Let me cut to the chase, and I’ll explain how I got there. Basically, here’s the idea:
So, I’d previously considered whether the differing holes implied mounting on a cone, and, since that would allow up to 12 different mounting heights, that it might possibly imply it was a calendar style device. I’d discounted it however, as the Romans used the Republican/Julian calendars which, although it does contain 12 months (usually), has month lengths which are very irregular, and I didn’t see a calendar-dodecahedron as an appealing labour saving device, or ‘desk toy’, given that.
However recently I was watching a Clickspring video, when I heard him mention the Egyptian Civil Calendar: https://en.wikipedia.org/wiki/Egyptian_calendar
Which neatly divided the year into 12 months of exactly 30 days, and then had an intercalary month of 5 days to make it fit neatly with the solar year. Simple and elegant, and I’d imagine it made planning business and trade very straightforward:
Compare that to the nightmare of the calendar of the Roman Republic (with months lasting either 22, 23, 27, 28, 29, or 31 days, but never 30):
Or even the slightly more logical Julian calendar:
Watching Clickspring’s explanation and hearing of the simplicity of the Egyptian calendar made me suddenly realise that while the Romans obviously used their own calendar, the outlying portions of their empire may not have. I did a brief bit of searching, and found this Gaulish calendar for example:
Which has 12 months, all consisting of 29 or 30 days. (As well as a couple of further tweaks, to ensure solar accuracy on a longer cycle. For example, the month ‘Equos’, which normally lasts 30 days, drops to either 28 or 29 days on two out of every five years. As well there are two 30 day intercalary “bonus” months each of which only occurs once every 5 years). While that all might sound complicated on paper, in a diagram it actually looks much simpler:
The point being, that while for an ancient Roman a calendar is a wildly varying thing (with months varying between 23 and 31 days), whereas for an ancient Gaul, it’s a far more regular object, almost always involving 12 months of 29 or 30 days. That makes it very amenable to representing with the dodecahedron.

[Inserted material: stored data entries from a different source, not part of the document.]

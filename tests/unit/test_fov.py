"""The field of view: found where a camera masks its corners, and nowhere else."""

import numpy as np

from vasohm.image.fov import find_field_of_view, mirror_outside


def round_field(size: int = 200, radius: float = 90.0) -> np.ndarray:
    rows, columns = np.indices((size, size)) - (size - 1) / 2
    return np.hypot(rows, columns) <= radius


def test_a_round_field_is_found():
    truth = round_field()
    picture = np.where(truth, 150.0, 3.0).astype(np.float32)
    found = find_field_of_view(picture, vessels_are_dark=True)
    one_pixel_of_border = 2 * np.pi * 90 * 2 / truth.size
    assert np.mean(found != truth) < one_pixel_of_border


def test_a_dark_vessel_from_border_to_border_does_not_cut_the_field():
    """Wrong if whatever is dark and touches the border were taken for a mask: half of the picture would be lost."""
    picture = np.full((96, 96), 180.0, np.float32)
    picture[44:53] = 120.0
    assert find_field_of_view(picture, vessels_are_dark=True).all()


def test_dark_tissue_between_bright_vessels_is_inside():
    picture = np.random.default_rng(0).normal(5, 1, (96, 96)).astype(np.float32)
    picture[40:44] = 100.0
    assert find_field_of_view(picture, vessels_are_dark=False).all()


def test_vessels_on_a_background_without_noise_are_not_the_field():
    """Wrong if the exactly black background of a counting camera were taken for the outside."""
    picture = np.zeros((96, 96), np.float32)
    picture[40:50] = 100.0
    picture[:, 20:26] = 80.0
    assert find_field_of_view(picture, vessels_are_dark=False).all()


def test_a_constant_picture_is_all_field():
    assert find_field_of_view(np.full((40, 40), 7.0, np.float32), vessels_are_dark=False).all()


def test_the_mirror_image_draws_no_edge():
    """A straight ramp stays a ramp folded at the border: no step that a filter could take for a vessel."""
    truth = round_field()
    rows = np.indices(truth.shape)[0].astype(np.float32)
    filled = mirror_outside(np.where(truth, rows, -1000).astype(np.float32), truth)
    assert filled.min() >= rows[truth].min()
    steepest_fold = 3 * 2 * 4  # three pixels along, folded at an inset of four
    assert np.abs(np.diff(filled, axis=0)).max() <= steepest_fold
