"""Pixels: one picture written in many ways must come out as the same array, or be refused by name; never in part.

What each variant means stands in TIFF revision 6.0 (Adobe, 1992), the PNG specification (ISO/IEC 15948) and the
OME-TIFF specification. The files are written by tifffile and Pillow, whose writers share no code with the reader.
"""

import contextlib
import hashlib
import importlib.util
import os
import resource
import struct
import zlib
from collections.abc import Callable
from pathlib import Path
from typing import Any

import numpy as np
import pytest
import tifffile
from hypothesis import HealthCheck, given, settings
from hypothesis import strategies as st
from PIL import Image, ImageFile

from vasohm.errors import (
    InputMissingError,
    MaskError,
    NotAnImageError,
    ReadError,
    ScaleError,
    TooLargeError,
    TruncatedError,
    UnsupportedPixelsError,
    VasohmError,
)
from vasohm.flags import Flag
from vasohm.image.read import RawImage, ReadSettings, read_image, read_labels, read_mask

SETTINGS = ReadSettings(plane="max", max_megapixels=400.0, channel="luminance")
GREY = np.random.default_rng(0).integers(0, 256, (48, 40), dtype=np.uint8)
COLOUR = np.stack([GREY, np.roll(GREY, 5, axis=0), np.roll(GREY, 9, axis=1)], axis=-1)
STACK = np.stack([GREY // 2, GREY, GREY // 3, GREY // 4])  # plane 1 is the greatest everywhere
FEW = (GREY // 16).astype(np.uint8)  # sixteen levels
BLACK_AND_WHITE = GREY > 127
ORIENTATION_TAG = 274

Writer = Callable[[Path], Any]


def tiff(pixels: np.ndarray, **how: Any) -> Writer:
    return lambda path: tifffile.imwrite(path, pixels, **how)


def pillow(pixels: np.ndarray, **how: Any) -> Writer:
    return lambda path: Image.fromarray(pixels).save(path, **how)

I’ll lay out my hypothesis for how the device functioned, and in a separate post I’ll explain the strengths & weaknesses of the idea, as well as proposing some specific predictions & falsifiable tests that I’d wager will be supported under closer examination of the artefacts.
I took a spare broom handle, and spent some minutes on a belt sander until it was approximately conical. I’m sure using a wood lathe (even one made from saplings) would get a far more regular outcome:
I then lasercut 12 washers, with differing inner diameters, and installed them on one of my previous dodecahedrons, taking care that opposite sides should not have very different diameters, as it would cause fouling:
There is then the consideration of how the hole sizes should be distributed to make a good calendar. To my mind there are only two simple choices. The first is a simple linear sequence, with the hole sizes either smoothly increasing or decreasing throughout the year, e.g.:
The second way would be to arrange the holes such that the position on the cone shows some aspect of the season. (e.g. length of the days, or height of the sun at zenith being the two most obvious properties). In such as case the arrangement would look something like this, which I dub the “Analemma sequence”.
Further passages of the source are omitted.